■ Work to be completed ■
Reproduce exactly, from the data that follows, the line with "export function stackProperties(rects: readonly", the line with "const centroid = moment / area;", and every line that lies between them.

==== Material provided ====

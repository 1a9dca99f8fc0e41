// Test helpers: sections made of stacked rectangles, with properties worked out independently of
// the library by the parallel-axis theorem (composite areas; elementary statics).
import type { DepthBand } from "../../src/stress/index.js";

/** A rectangle: width b, height h, bottom at y0 (from an arbitrary datum), modular ratio n. */
export interface Rect {
  readonly b: number;
  readonly h: number;
  readonly y0: number;
  readonly z0?: number;
  readonly n?: number;
}

/** Centroid and second moment of a stack of rectangles about the horizontal centroidal axis (transformed by n). */
export function stackProperties(rects: readonly Rect[]): { area: number; centroid: number; inertia: number; top: number; bottom: number } {
  let area = 0;
  let moment = 0;
  for (const r of rects) {
    const a = (r.n ?? 1) * r.b * r.h;
    area += a;
    moment += a * (r.y0 + r.h / 2);
  }
  const centroid = moment / area;
  let inertia = 0;
  for (const r of rects) {
    const n = r.n ?? 1;
    const d = r.y0 + r.h / 2 - centroid;
    inertia += n * ((r.b * r.h ** 3) / 12 + r.b * r.h * d * d);
  }
  const top = Math.max(...rects.map((r) => r.y0 + r.h)) - centroid;
  const bottom = Math.min(...rects.map((r) => r.y0)) - centroid;
  return { area, centroid, inertia, top, bottom };
}

/** The same stack as depth bands about its centroid. */
export function stackBands(rects: readonly Rect[]): DepthBand[] {
  const { centroid } = stackProperties(rects);
  return rects.map((r) => ({
    kind: "trapezoid",
    yBottom: r.y0 - centroid,
    yTop: r.y0 + r.h - centroid,
    widthBottom: r.b,
    widthTop: r.b,
    ...(r.n === undefined ? {} : { modularRatio: r.n }),
  }));
}

/** Simpson's rule on [a, b] with m (even) intervals: exact for cubics. */
export function simpson(f: (x: number) => number, a: number, b: number, m = 2): number {
  const h = (b - a) / m;
  let s = f(a) + f(b);
  for (let i = 1; i < m; i++) s += (i % 2 === 1 ? 4 : 2) * f(a + i * h);
  return (s * h) / 3;
}

/** Relative closeness. */
export function close(actual: number, expected: number, rel = 1e-9, abs = 1e-12): boolean {
  return Math.abs(actual - expected) <= rel * Math.abs(expected) + abs;
}
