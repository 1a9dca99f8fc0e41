import { issue, type IssuePath } from "../errors/index.js";
import type { ModelDeflectionLimit, ModelLimits, ModelLoad, ModelMaterial, ModelSegment, ModelSupport } from "./model.js";
import { arrayAt, objectAt, readQuantity, requireNotNegative, requireOnMember, requirePositive, type Reader } from "./reader.js";

type Json = Readonly<Record<string, unknown>>;

const SUPPORT_KINDS = new Set<unknown>(["pin", "roller", "fixed", "guided", "spring"]);

/** Reads the supports; those whose type or position cannot be read are left out (already reported). */
export function readSupports(reader: Reader, value: unknown, length: number | undefined): ModelSupport[] {
  const out: ModelSupport[] = [];
  arrayAt(value).forEach((raw, i) => {
    const s = objectAt(raw);
    const path = ["supports", i];
    const at = readQuantity(reader, s["at"], "length", [...path, "at"]);
    requireOnMember(reader, at, length, [...path, "at"], "support-outside-member", "support");
    const stiffness = readQuantity(reader, s["stiffness"], "translationalStiffness", [...path, "stiffness"]);
    const rotationalStiffness = readQuantity(reader, s["rotationalStiffness"], "rotationalStiffness", [...path, "rotationalStiffness"]);
    const settlement = readQuantity(reader, s["settlement"], "deflection", [...path, "settlement"]);
    const rotation = readQuantity(reader, s["rotation"], "rotation", [...path, "rotation"]);
    requireNotNegative(reader, stiffness, [...path, "stiffness"], "spring stiffness");
    requireNotNegative(reader, rotationalStiffness, [...path, "rotationalStiffness"], "rotational spring stiffness");
    if (at === undefined || !SUPPORT_KINDS.has(s["type"])) return;
    out.push({
      kind: s["type"] as ModelSupport["kind"],
      at,
      ...(stiffness === undefined ? {} : { stiffness }),
      ...(rotationalStiffness === undefined ? {} : { rotationalStiffness }),
      ...(settlement === undefined ? {} : { settlement }),
      ...(rotation === undefined ? {} : { rotation }),
    });
  });
  return out;
}

const caseOf = (l: Json): { case?: string } => (typeof l["case"] === "string" && l["case"] !== "" ? { case: l["case"] } : {});

/** Reads the loads; a JSON `"moment"` becomes a `"couple"`; distributed loads get their defaults. */
export function readLoads(reader: Reader, value: unknown, length: number | undefined): ModelLoad[] {
  const out: ModelLoad[] = [];
  arrayAt(value).forEach((raw, i) => {
    const l = objectAt(raw);
    const path = ["loads", i];
    switch (l["type"]) {
      case "point":
      case "moment": {
        const at = readQuantity(reader, l["at"], "length", [...path, "at"]);
        requireOnMember(reader, at, length, [...path, "at"], "load-outside-member", "load");
        const load = readQuantity(reader, l["value"], l["type"] === "point" ? "force" : "moment", [...path, "value"]);
        if (at !== undefined && load !== undefined) out.push({ kind: l["type"] === "point" ? "point" : "couple", at, value: load, ...caseOf(l) });
        return;
      }
      case "distributed": {
        const from = l["from"] === undefined ? 0 : readQuantity(reader, l["from"], "length", [...path, "from"]);
        const to = l["to"] === undefined ? length : readQuantity(reader, l["to"], "length", [...path, "to"]);
        requireOnMember(reader, from, length, [...path, "from"], "load-outside-member", "start of the load");
        requireOnMember(reader, to, length, [...path, "to"], "load-outside-member", "end of the load");
        if (from !== undefined && to !== undefined && !(from < to)) {
          reader.found.push(issue("load-range-empty", [...path, "to"], `The load must end after it starts; it runs from ${from} to ${to} ${reader.units.length}.`, { from, to }));
        }
        const start = readQuantity(reader, l["start"], "forcePerLength", [...path, "start"]);
        const end = l["end"] === undefined ? start : readQuantity(reader, l["end"], "forcePerLength", [...path, "end"]);
        if (from !== undefined && to !== undefined && start !== undefined && end !== undefined) {
          out.push({ kind: "distributed", from, to, start, end, ...caseOf(l) });
        }
        return;
      }
      default:
        return; // an unknown or missing type is a structural issue
    }
  });
  return out;
}

/** Reads the hinge positions, which must lie strictly inside the member. */
export function readHinges(reader: Reader, value: unknown, length: number | undefined): number[] {
  const out: number[] = [];
  arrayAt(value).forEach((raw, i) => {
    const at = readQuantity(reader, raw, "length", ["hinges", i]);
    if (at === undefined) return;
    if (length !== undefined && length > 0 && !(at > 0 && at < length)) {
      const unit = reader.units.length;
      reader.found.push(issue("hinge-outside-member", ["hinges", i], `A hinge must lie strictly inside the member (0 to ${length} ${unit}); got ${at} ${unit}.`, { at, length }));
    }
    out.push(at);
  });
  return out;
}

/** Reads the segments of a stepped member, with E defaulting to `defaultE`. */
export function readSegments(reader: Reader, value: unknown, defaultE: number | undefined): ModelSegment[] {
  const out: ModelSegment[] = [];
  arrayAt(value).forEach((raw, i) => {
    const s = objectAt(raw);
    const path = ["segments", i];
    const from = readQuantity(reader, s["from"], "length", [...path, "from"]);
    const to = readQuantity(reader, s["to"], "length", [...path, "to"]);
    const E = s["E"] === undefined ? defaultE : readQuantity(reader, s["E"], "modulus", [...path, "E"]);
    const I = readQuantity(reader, s["I"], "secondMoment", [...path, "I"]);
    if (s["E"] === undefined && defaultE === undefined) {
      reader.found.push(issue("modulus-missing", [...path, "E"], 'Give "E" for this segment, or "E" (or "material") for the whole member.'));
    }
    requirePositive(reader, s["E"] === undefined ? undefined : E, [...path, "E"], "modulus of elasticity");
    requirePositive(reader, I, [...path, "I"], "second moment of area");
    if (from !== undefined && to !== undefined && E !== undefined && I !== undefined) out.push({ from, to, E, I });
  });
  return out;
}

/** Reads the material, or undefined when it is absent or its E cannot be read. */
export function readMaterial(reader: Reader, value: unknown, path: IssuePath = ["material"]): ModelMaterial | undefined {
  if (value === undefined) return undefined;
  const m = objectAt(value);
  const E = readQuantity(reader, m["E"], "modulus", [...path, "E"]);
  requirePositive(reader, E, [...path, "E"], "modulus of elasticity");
  const yieldStrength = readQuantity(reader, m["yieldStrength"], "stress", [...path, "yieldStrength"]);
  requirePositive(reader, yieldStrength, [...path, "yieldStrength"], "yield strength");
  if (E === undefined) return undefined;
  return { ...(typeof m["name"] === "string" ? { name: m["name"] } : {}), E, ...(yieldStrength === undefined ? {} : { yieldStrength }) };
}

const RATIO = /^\s*(?:span|L)\s*\/\s*([0-9]+(?:\.[0-9]*)?(?:[eE][+-]?[0-9]+)?)\s*$/;

/** Reads a deflection limit, `"span/360"` or a length, recording problems at `path`. */
export function readDeflectionLimit(reader: Reader, value: unknown, path: IssuePath = ["limits", "deflection"]): ModelDeflectionLimit | undefined {
  if (typeof value === "string") {
    const ratio = RATIO.exec(value);
    if (ratio !== null) {
      const divisor = Number(ratio[1]);
      if (!Number.isFinite(divisor)) {
        reader.found.push(issue("not-finite", path, `The divisor of the deflection limit must be a finite number; ${JSON.stringify(value)} reads as ${divisor}.`, { value }));
        return undefined;
      }
      requirePositive(reader, divisor, path, "divisor of the deflection limit");
      return divisor > 0 && Number.isFinite(divisor) ? { kind: "ratio", ratio: divisor } : undefined;
    }
    if (!/^\s*[-+.0-9]/.test(value)) {
      reader.found.push(
        issue("deflection-limit-syntax", path, `Write the deflection limit as a fraction of the span such as "span/360", or as a length such as "20 mm"; got ${JSON.stringify(value)}.`, { value }),
      );
      return undefined;
    }
  }
  const read = readQuantity(reader, value, "deflection", path);
  requirePositive(reader, read, path, "deflection limit");
  return read !== undefined && read > 0 ? { kind: "length", value: read } : undefined;
}

/** Reads the limits block; every limit must be positive. */
export function readLimits(reader: Reader, value: unknown): ModelLimits {
  const l = objectAt(value);
  const deflection = l["deflection"] === undefined ? undefined : readDeflectionLimit(reader, l["deflection"]);
  const bendingStress = readQuantity(reader, l["bendingStress"], "stress", ["limits", "bendingStress"]);
  const shearStress = readQuantity(reader, l["shearStress"], "stress", ["limits", "shearStress"]);
  requirePositive(reader, bendingStress, ["limits", "bendingStress"], "allowable bending stress");
  requirePositive(reader, shearStress, ["limits", "shearStress"], "allowable shear stress");
  return {
    ...(deflection === undefined ? {} : { deflection }),
    ...(bendingStress === undefined ? {} : { bendingStress }),
    ...(shearStress === undefined ? {} : { shearStress }),
  };
}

====

■ Reply to the exercise ■
export function stackProperties(rects: readonly Rect[]): { area: number; centroid: number; inertia: number; top: number; bottom: number } {
  let area = 0;
  let moment = 0;
  for (const r of rects) {
    const a = (r.n ?? 1) * r.b * r.h;
    area += a;
    moment += a * (r.y0 + r.h / 2);
  }
  const centroid = moment / area;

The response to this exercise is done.